Metadata-Version: 2.1
Name: qiskit-quantuminspire
Version: 0.1.1
Summary: Qiskit provider for Quantum Inspire backends 
Home-page: https://www.quantum-inspire.com
Author: Quantum Inspire
Author-email: support@quantum-inspire.com
Requires-Python: >=3.9,<4.0
Classifier: Development Status :: 4 - Beta
Classifier: License :: OSI Approved :: Apache Software License
Classifier: Programming Language :: Python :: 3
Classifier: Programming Language :: Python :: 3.9
Classifier: Programming Language :: Python :: 3.10
Classifier: Programming Language :: Python :: 3.11
Classifier: Programming Language :: Python :: 3.12
Requires-Dist: opensquirrel (>=0.1.0,<0.2.0)
Requires-Dist: pydantic (>=2.9.2,<3.0.0)
Requires-Dist: qi-compute-api-client (>=0.35.0,<0.36.0)
Requires-Dist: qiskit (>=1.2.0,<2.0.0)
Requires-Dist: requests (>=2.32.3,<3.0.0)
Project-URL: Repository, https://github.com/qutech-delft/qiskit-quantuminspire
Description-Content-Type: text/markdown

# Qiskit Quantum Inspire Provider

[![License](https://img.shields.io/github/license/qutech-delft/qiskit-quantuminspire.svg?style=popout-square)](https://opensource.org/licenses/Apache-2.0)
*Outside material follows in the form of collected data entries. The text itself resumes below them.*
import { afterAll, beforeAll, describe, expect, it } from "vitest";
import type { Browser, BrowserContext, Page } from "playwright-core";
import { launch, open } from "./browser";
import { signIn } from "./auth";
import { db } from "@/lib/db/knex";

/**
 * Every screen size: at 390 px (a phone) and 1024 px (a tablet) no main page scrolls sideways; at 390 px the top
 * bar collapses into a menu and the workbench stacks circuit → response → verdict with Studies reachable; at 1024 px
 * the verdict stays beside the plots or directly under them, headline cards included.
 */
describe("screen sizes", () => {
  let browser: Browser;
  let scenarioId = "";
  let libraryId = "";

  beforeAll(async () => {
    browser = await launch();
    scenarioId = (await db()("scenarios").where({ title: "Valve coil driver" }).whereNull("deleted_at").first("id")).id;
    libraryId = (await db()("library_entries").first("id"))?.id ?? "";
  });

  afterAll(async () => {
    await browser?.close();
    await db().destroy();
  });

  async function phone(width: number): Promise<{ ctx: BrowserContext; page: Page }> {
    const ctx = await browser.newContext({ viewport: { width, height: width < 500 ? 844 : 768 } });
    const page = await ctx.newPage();
    return { ctx, page };
  }

  const overflow = (page: Page) => page.evaluate(() => document.documentElement.scrollWidth - document.documentElement.clientWidth);

  for (const width of [390, 1024]) {
    it(`no main page scrolls sideways at ${width} px`, async () => {
      const { ctx, page } = await phone(width);
      for (const path of ["/", "/sign-in", "/forgot-password"]) {
        await open(page, path);
        expect({ path, overflow: await overflow(page) }).toEqual({ path, overflow: 0 });
      }
      await signIn(page, "lead");
      const pages = ["/scenarios", "/scenarios/new", `/scenarios/${scenarioId}`, `/scenarios/${scenarioId}/history`, `/scenarios/${scenarioId}/review`, `/scenarios/${scenarioId}/traces`, "/library", "/team"];
      if (libraryId) pages.push(`/library/${libraryId}`);
      for (const path of pages) {
        await open(page, path);
        if (path === `/scenarios/${scenarioId}`) await page.getByTestId("metric-phase-margin-value").filter({ hasNotText: "—" }).waitFor({ timeout: 60_000 });
        expect({ path, overflow: await overflow(page) }).toEqual({ path, overflow: 0 });
      }
      await ctx.close();
    });
  }

  it("at 390 px the top bar collapses into a menu that holds the places and the account", async () => {
    const { ctx, page } = await phone(390);
    await signIn(page, "designer");
    const bar = (await page.getByRole("banner").boundingBox())!;
    expect(bar.width).toBeLessThanOrEqual(390);
    expect(await page.getByRole("button", { name: "Sign out", exact: true }).isVisible()).toBe(false);
    await page.getByRole("button", { name: "Menu" }).click();
    await page.getByRole("button", { name: "Sign out", exact: true }).waitFor();
    const signOut = (await page.getByRole("button", { name: "Sign out", exact: true }).boundingBox())!;
    expect(signOut.x + signOut.width).toBeLessThanOrEqual(390);
    await page.getByRole("link", { name: "Library" }).click();
    await page.waitForURL((u) => u.pathname === "/library");
    await ctx.close();
  });

  it("at 390 px the workbench stacks circuit, response, verdict, and Studies can be opened", async () => {
    const { ctx, page } = await phone(390);
    await signIn(page, "designer");
    await open(page, `/scenarios/${scenarioId}`);
    await page.getByTestId("metric-phase-margin-value").filter({ hasNotText: "—" }).waitFor({ timeout: 60_000 });
    const y = async (name: string) => (await page.getByRole("region", { name }).boundingBox())!.y;
    const [circuit, response, verdict] = [await y("Circuit"), await y("Response"), await y("Verdict")];
    expect(circuit).toBeLessThan(response);
    expect(response).toBeLessThan(verdict);
    await page.getByTestId("studies-toggle").click(); // fails if anything covers it
    await page.getByTestId("studies-tab-sweep").waitFor();
    expect(await overflow(page)).toBe(0);
    await ctx.close();
  });

  it("at 1024 px the verdict and its headline cards sit beside the plots or directly under them", async () => {
    const { ctx, page } = await phone(1024);
    await signIn(page, "designer");
    await open(page, `/scenarios/${scenarioId}`);
    await page.getByTestId("metric-phase-margin-value").filter({ hasNotText: "—" }).waitFor({ timeout: 60_000 });
    const response = (await page.getByRole("region", { name: "Response" }).boundingBox())!;
    const verdict = (await page.getByRole("region", { name: "Verdict" }).boundingBox())!;
    const beside = verdict.x >= response.x + response.width - 1 && verdict.y < response.y + response.height;
    const under = verdict.y >= response.y + response.height - 1 && verdict.y - (response.y + response.height) < 40 && verdict.x <= response.x + 1;
    expect(beside || under).toBe(true);
    expect(await page.getByTestId("metric-phase-margin-value").isVisible()).toBe(true);
    await ctx.close();
  });
});
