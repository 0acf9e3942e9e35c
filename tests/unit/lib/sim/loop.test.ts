import { describe, expect, it } from "vitest";
import { compile, type NetlistElement } from "@/lib/sim";
import { T300C, VT300 } from "./helpers";

/**
 * docs/references.md §6: a small-signal example of the sink loop, [DERIVED] there (a model of our own, not a published
 * oracle): op-amp A0 = 1e5, GBW = 1 MHz (ideal output, optional 2nd pole); NPN at IC = 0.1 A, β = 100
 * (gm = 3.868173 S, rπ = 25.852 Ω at 300 K); RB = 1 kΩ, Rs = 1 Ω, RF = 10 kΩ, CF; loop broken at the op-amp output
 * (exact, since the output is an ideal source): T = −v(op-amp output)/v(injected).
 */
function loop(opts: { cf: number; fp2: number | null; tauF: number; cmu: number; load: boolean }) {
  const is = 1e-14;
  const vbe = VT300 * Math.log1p(0.1 / is);
  const vdrv = vbe + 0.1 / 100 * 1000 + 0.101 * 1; // VBE + IB·RB + IE·Rs
  const elements: NetlistElement[] = [
    { kind: "vsource", name: "Vdrv", nodes: ["drv", "0"], dc: vdrv, ac: 1 },
    { kind: "resistor", name: "RB", nodes: ["drv", "b"], value: 1000 },
    { kind: "bjt", name: "Q1", nodes: ["c", "b", "e"], model: { Is: is, betaF: 100, betaR: 1, tauF: opts.tauF, Cjc0: opts.cmu, mjc: 0 } },
    { kind: "resistor", name: "Rs", nodes: ["e", "0"], value: 1 },
    { kind: "resistor", name: "RF", nodes: ["e", "inn"], value: 10e3 },
    { kind: "vsource", name: "Vcc", nodes: ["vcc", "0"], dc: 30 },
    { kind: "opamp", name: "U1", nodes: ["0", "inn", "ao", "vcc", "0"], model: { Aol: 1e5, GBW: 1e6, fp2: opts.fp2 } },
    { kind: "resistor", name: "Rao", nodes: ["ao", "0"], value: 1e3 },
  ];
  if (opts.cf > 0) elements.push({ kind: "capacitor", name: "CF", nodes: ["drv", "inn"], value: opts.cf });
  if (opts.load) {
    // collector load 10 Ω + 1 mH to a 12 V rail (docs/references.md §6 case E/F)
    elements.push(
      { kind: "vsource", name: "Vl", nodes: ["vl", "0"], dc: 12 },
      { kind: "resistor", name: "RL", nodes: ["vl", "cl"], value: 10 },
      { kind: "inductor", name: "LL", nodes: ["cl", "c"], value: 1e-3 },
    );
  } else {
    elements.push({ kind: "vsource", name: "Vc", nodes: ["c", "0"], dc: 12 });
  }
  const c = compile({ temperature: T300C, elements, analysis: { kind: "op" }, options: { gmin: 0, reltol: 1e-9 } });
  const T = (f: number) => {
    const r = c.run({}, { kind: "ac", fStart: f, fStop: f, pointsPerDecade: 1 });
    if (r.kind !== "ac") throw new Error("ac");
    return { re: -r.nodes.ao.re[0], im: -r.nodes.ao.im[0] };
  };
  /** frequency where |T| crosses 1 (bisection on log f), and the phase margin there */
  const crossover = () => {
    let lo = 1e2, hi = 1e8;
    for (let i = 0; i < 60; i++) {
      const mid = Math.sqrt(lo * hi);
      const t = T(mid);
      if (Math.hypot(t.re, t.im) > 1) lo = mid; else hi = mid;
    }
    const f = Math.sqrt(lo * hi);
    const t = T(f);
    let pm = 180 + (Math.atan2(t.im, t.re) * 180) / Math.PI;
    if (pm > 180) pm -= 360; // phase below −180° (an unstable loop) reads as a negative margin
    return { f, pm };
  };
  return { T, crossover };
}

describe("loop gain of the sink loop, broken at the op-amp output (docs/references.md §6, derived values)", () => {
  it("low-frequency |T| = A0·(β+1)Rs/(RB + rπ + (β+1)Rs) = 8963.02", () => {
    const t = loop({ cf: 0, fp2: null, tauF: 0, cmu: 0, load: false }).T(1e-3);
    expect(Math.hypot(t.re, t.im)).toBeCloseTo(8963.02, 1);
  });
  const cases: [string, { cf: number; fp2: number | null; tauF: number; cmu: number; load: boolean }, number, number][] = [
    ["A: no device capacitance, CF = 10 nF", { cf: 10e-9, fp2: null, tauF: 0, cmu: 0, load: false }, 999999, 90.08],
    ["B: as A, CF = 0", { cf: 0, fp2: null, tauF: 0, cmu: 0, load: false }, 89630.2, 90.01],
    ["C: 2nd pole 5 MHz, τF = 1 ns, CF = 0", { cf: 0, fp2: 5e6, tauF: 1e-9, cmu: 0, load: false }, 89504.3, 86.15],
    ["D: as C, CF = 10 nF", { cf: 10e-9, fp2: 5e6, tauF: 1e-9, cmu: 0, load: false }, 981222, 78.98],
    ["E: as C + Cμ = 30 pF, inductive collector load, CF = 0 (unstable)", { cf: 0, fp2: 5e6, tauF: 1e-9, cmu: 30e-12, load: true }, 126125, -83.7],
    ["F: as E, CF = 10 nF", { cf: 10e-9, fp2: 5e6, tauF: 1e-9, cmu: 30e-12, load: true }, 981280, 78.99],
  ];
  it.each(cases)("case %s: crossover and phase margin", (_name, opts, fc, pm) => {
    const r = loop(opts).crossover();
    expect(r.f / fc).toBeCloseTo(1, 4);
    expect(r.pm).toBeCloseTo(pm, 1);
  });
});
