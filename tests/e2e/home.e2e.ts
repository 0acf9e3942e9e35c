import { afterAll, beforeAll, describe, expect, it } from "vitest";
import type { Browser } from "playwright-core";
import { BASE_URL, launch, watchErrors, open } from "./browser";
import { signIn } from "./auth";

describe("home page", () => {
  let browser: Browser;
  beforeAll(async () => {
    browser = await launch();
  });
  afterAll(async () => {
    await browser?.close();
  });

  it("says what Quell does with a picture of the workbench, offers Create a team beside Sign in, and shows no system status", async () => {
    const page = await browser.newPage();
    const errors = watchErrors(page);
    await open(page, BASE_URL);
    const picture = page.getByRole("img", { name: /The Quell workbench/ });
    await picture.waitFor();
    await expect.poll(() => picture.evaluate((img) => (img as HTMLImageElement).complete && (img as HTMLImageElement).naturalWidth), { timeout: 15_000 }).toBeGreaterThan(1000);
    const main = page.getByRole("main");
    expect(await main.getByRole("link", { name: "Create a team" }).getAttribute("href")).toBe("/sign-up");
    expect(await main.getByRole("link", { name: "Sign in" }).getAttribute("href")).toBe("/sign-in");
    expect(await page.getByTestId("health").count()).toBe(0);
    expect(await main.textContent()).not.toMatch(/database up|System ok/);
    expect(errors).toEqual([]);
    await page.close();
  });

  it("a signed-in user who opens the sign-in or forgot-password page goes to their scenarios", async () => {
    const ctx = await browser.newContext();
    const page = await ctx.newPage();
    await signIn(page, "designer");
    for (const path of ["/sign-in", "/forgot-password"]) {
      await open(page, `${BASE_URL}${path}`);
      expect(new URL(page.url()).pathname).toBe("/scenarios");
    }
    await ctx.close();
  });

  it("answers /api/health with JSON", async () => {
    const r = await fetch(`${BASE_URL}/api/health`);
    expect(r.status).toBe(200);
    expect(await r.json()).toEqual({ status: "ok", database: "up", mail: "up" });
  });
});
**Qiskit** is an open-source SDK for working with quantum computers at the level of circuits, algorithms, and application modules.

This project contains a provider that allows access to **[Quantum Inspire]** quantum systems.

## API Access

...

## Installation

You can install the provider using pip:

```bash
pip install qiskit-quantuminspire
```

## Provider Setup

To instantiate the provider, make sure you have an access token then create a provider:

```python
from qiskit_quantuminspire import QIProvider

provider = QIProvider()
```

Once the provider has been instantiated, it may be used to access supported backends:

```python
# Show all current supported backends:
print(provider.backends())

# Get Quantum Inspire's simulator backend:
simulator_backend = provider.get_backend("qx_emulator")
```

### Submitting a Circuit

Once a backend has been specified, it may be used to submit circuits.
For example, running a Bell State:

```python
from qiskit import QuantumCircuit

# Create a basic Bell State circuit:
qc = QuantumCircuit(2, 2)
qc.h(0)
qc.cx(0, 1)
qc.measure([0, 1], [0, 1])

# Run the circuit on Quantum Inspire's platform:
job = simulator_backend.run(qc)

# Print the results.
print(job.result().get_counts())

# Get results with a different aggregation method when debiasing
# is applied as an error mitigation strategy
print(job.result(sharpen=True).get_counts())

# The simulator specifically provides the the ideal probabilities and creates
# counts by sampling from these probabilities. The raw probabilities are also accessible:
print(job.result().get_probabilities())
```

## Contributing

...

## Running Tests

This package uses the [pytest](https://docs.pytest.org/en/stable/) test runner, and other packages
for mocking interfactions, reporting coverage, etc.
These can be installed with `poetry install`.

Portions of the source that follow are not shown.